Executors are often accepting the role without considering the enormity of the task and the difficulties in renouncing the responsibility, according to Anna Hacker, national manager of estate planning at Australian Unity Trustees (AUT).

Often the nominated individual feels obliged, Hacker says, but soon after tries to renounce due to either the amount of work involved or the emotional toll it takes on them. However, once an individual has begun acting as executor renouncing the role is no easy task.

“You almost can’t,” Hacker tells Professional Planner. “If you do what’s called ‘intermeddling’ in the estate – and that can be pretty basic things like organising a funeral or contacting a bank – you’re stuck. You have to be removed by the court.

“We have people who come in and say they’ve done nothing, then you find out they’ve done a tax return. So, they’ve signed a document as an executor of the estate, which is a really significant thing.”

Advisers have an important role to play in warning their clients not to commence executor tasks unless they are committed to seeing the responsibility through, she adds. If clients do renounce, they could then be financially responsible for any losses or expenses that have occurred because of their decision to renounce.

Additionally, if they fail to carry out their duty responsibly the executor can also be found liable for financial losses. Hacker says she has seen “case after case” of executors having personal liability, “even in good faith”.

“One situation I’ve seen is where the executor kept the money – about a million dollars – for 18 months in a trust account which was not earning interest,” she revealed.

Executors have options, Hacker says, that they aren’t always aware of. Australian Unity Trustees provide a service called ‘Executor Assist’, whereby the executor can retain the role but have AUT do the work, which allows people to retain the title of executor but absolves them of the administrative burden and lessens the financial risk.

“Often they don’t want to renounce, they feel like the person really wanted them to do this,” Hacker explains. “This way they still get to do the role and say they were the executor, but they don’t have the stress of actually doing the work and possibly doing something wrong.”

AUT charges a minimum fee of $3300 and a percentage on estate assets, with a sliding scale that reduces the percentage for larger estates.

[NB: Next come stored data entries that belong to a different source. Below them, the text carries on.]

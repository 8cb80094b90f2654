import type { CapacitorDuty } from "./types";

/** Source X/R when none is given (a common planning value for LV/MV supplies; common practice, no source). */
export const DEFAULT_X_OVER_R = 10;

/**
 * Capacitor duty limits, % of rating: r.m.s. voltage 110, peak voltage 120 (of √2 × rated r.m.s.),
 * r.m.s. current 180, reactive power 135 (IEEE Std 18-2012, §5.1 continuous overload limits —
 * from memory; the 2002 edition had 135 % for current).
 */
export const CAPACITOR_LIMITS = { rmsVoltagePercent: 110, peakVoltagePercent: 120, rmsCurrentPercent: 180, kvarPercent: 135 } as const;

export interface PassiveFilterInput {
  /** Tuning order h_t (e.g. 4.7). */
  tuningOrder: number;
  /** Three-phase reactive power of the capacitor bank at the bus voltage, kvar (its rating). */
  kvar: number;
  /** Quality factor of the reactor: R = X_L·h_t/q. */
  q: number;
  /** Line-to-line bus voltage, V. */
  busVoltageV: number;
  /** Short-circuit current at the PCC, A. */
  iscA: number;
  xOverR: number;
}

export interface PassiveFilterResult {
  /** Per order h (index = order): fraction of the load's harmonic current that flows into the supply, |Z_F/(Z_F+Z_S)|. */
  supplyShare: (order: number) => number;
  /** Per order: fraction that flows into the filter, |Z_S/(Z_F+Z_S)|. */
  filterShare: (order: number) => number;
  /** Parallel resonance of source and filter, h_p = √(X_C/(X_L + X_S)). */
  parallelResonanceOrder: number;
  /** Ohms per phase (wye equivalent) at the fundamental. */
  xcOhm: number;
  xlOhm: number;
  rOhm: number;
  xsOhm: number;
  rsOhm: number;
  /** Capacitor duty for load harmonic currents (A per order, index = order). */
  capacitorDuty: (loadHarmonicsA: ReadonlyMap<number, number>) => CapacitorDuty;
}

/**
 * A passive single-tuned shunt filter at the PCC (per phase, wye equivalent):
 * X_C = V_LL²/Q_C, X_L = X_C/h_t², R = X_L·h_t/q, Z_F(h) = R + j(h·X_L − X_C/h);
 * source X_S = V_LL/(√3·I_sc), R_S = X_S/(X/R), Z_S(h) = R_S + j·h·X_S. The load's harmonic current
 * divides between them: I_S(h) = I_h·Z_F/(Z_F + Z_S) (current divider; IEEE Std 1531-2020 and
 * Arrillaga & Watson, Power System Harmonics 2nd ed. §8 — from memory). The source's resistance is
 * taken constant with frequency (skin effect ignored).
 *
 * @example passiveFilterAtPcc({ tuningOrder: 4.7, kvar: 300, q: 30, busVoltageV: 480, iscA: 30000, xOverR: 10 }).parallelResonanceOrder
 */
export function passiveFilterAtPcc(input: PassiveFilterInput): PassiveFilterResult {
  const { tuningOrder: ht, kvar, q, busVoltageV: vll, iscA, xOverR } = input;
  const xc = (vll * vll) / (kvar * 1000);
  const xl = xc / (ht * ht);
  const r = (xl * ht) / q;
  const xs = vll / (Math.sqrt(3) * iscA);
  const rs = xs / xOverR;
  const parts = (h: number) => {
    const zfR = r;
    const zfI = h * xl - xc / h;
    const zsR = rs;
    const zsI = h * xs;
    const sum = Math.hypot(zfR + zsR, zfI + zsI);
    return { zf: Math.hypot(zfR, zfI), zs: Math.hypot(zsR, zsI), sum, zfI };
  };
  const supplyShare = (h: number): number => {
    const p = parts(h);
    return p.zf / p.sum;
  };
  const filterShare = (h: number): number => {
    const p = parts(h);
    return p.zs / p.sum;
  };
  const capacitorDuty = (loadHarmonicsA: ReadonlyMap<number, number>): CapacitorDuty => {
    const vph = vll / Math.sqrt(3);
    // Fundamental: the bus voltage across the series L–C raises the capacitor's voltage by
    // X_C/(X_C − X_L) = h_t²/(h_t² − 1).
    const i1 = vph / (xc - xl);
    const vc1 = i1 * xc;
    let vSq = vc1 * vc1;
    let vPeak = vc1;
    let iSq = i1 * i1;
    let varSum = vc1 * i1;
    for (const [h, ih] of loadHarmonicsA) {
      if (h < 2) continue;
      const ifh = ih * filterShare(h);
      const vch = (ifh * xc) / h;
      vSq += vch * vch;
      vPeak += vch;
      iSq += ifh * ifh;
      varSum += vch * ifh;
    }
    const ratedI = (kvar * 1000) / (Math.sqrt(3) * vll);
    const ratedVarPerPhase = (kvar * 1000) / 3;
    const duty = {
      rmsVoltagePercent: (100 * Math.sqrt(vSq)) / vph,
      // Peak: arithmetic sum of the orders' peaks, the worst case IEEE 18 asks for.
      peakVoltagePercent: (100 * vPeak) / vph,
      rmsCurrentPercent: (100 * Math.sqrt(iSq)) / ratedI,
      kvarPercent: (100 * varSum) / ratedVarPerPhase,
    };
    const withinLimits =
      duty.rmsVoltagePercent <= CAPACITOR_LIMITS.rmsVoltagePercent &&
      duty.peakVoltagePercent <= CAPACITOR_LIMITS.peakVoltagePercent &&
      duty.rmsCurrentPercent <= CAPACITOR_LIMITS.rmsCurrentPercent &&
      duty.kvarPercent <= CAPACITOR_LIMITS.kvarPercent;
    return { ...duty, limits: { ...CAPACITOR_LIMITS }, withinLimits };
  };
  return { supplyShare, filterShare, parallelResonanceOrder: Math.sqrt(xc / (xl + xs)), xcOhm: xc, xlOhm: xl, rOhm: r, xsOhm: xs, rsOhm: rs, capacitorDuty };
}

The cost is the same if the client wants to abandon the role altogether and make AUT the trustee of the estate, because the workload is the same.

Hacker says that if a person died and the courts were involved in bringing in a trustee service, they would generally deem the charge at “between one and two per cent” of the estate.

“The legislation says it can be up to five and a half percent on capital and six per cent on income, but that’s not what anyone gets,” she adds.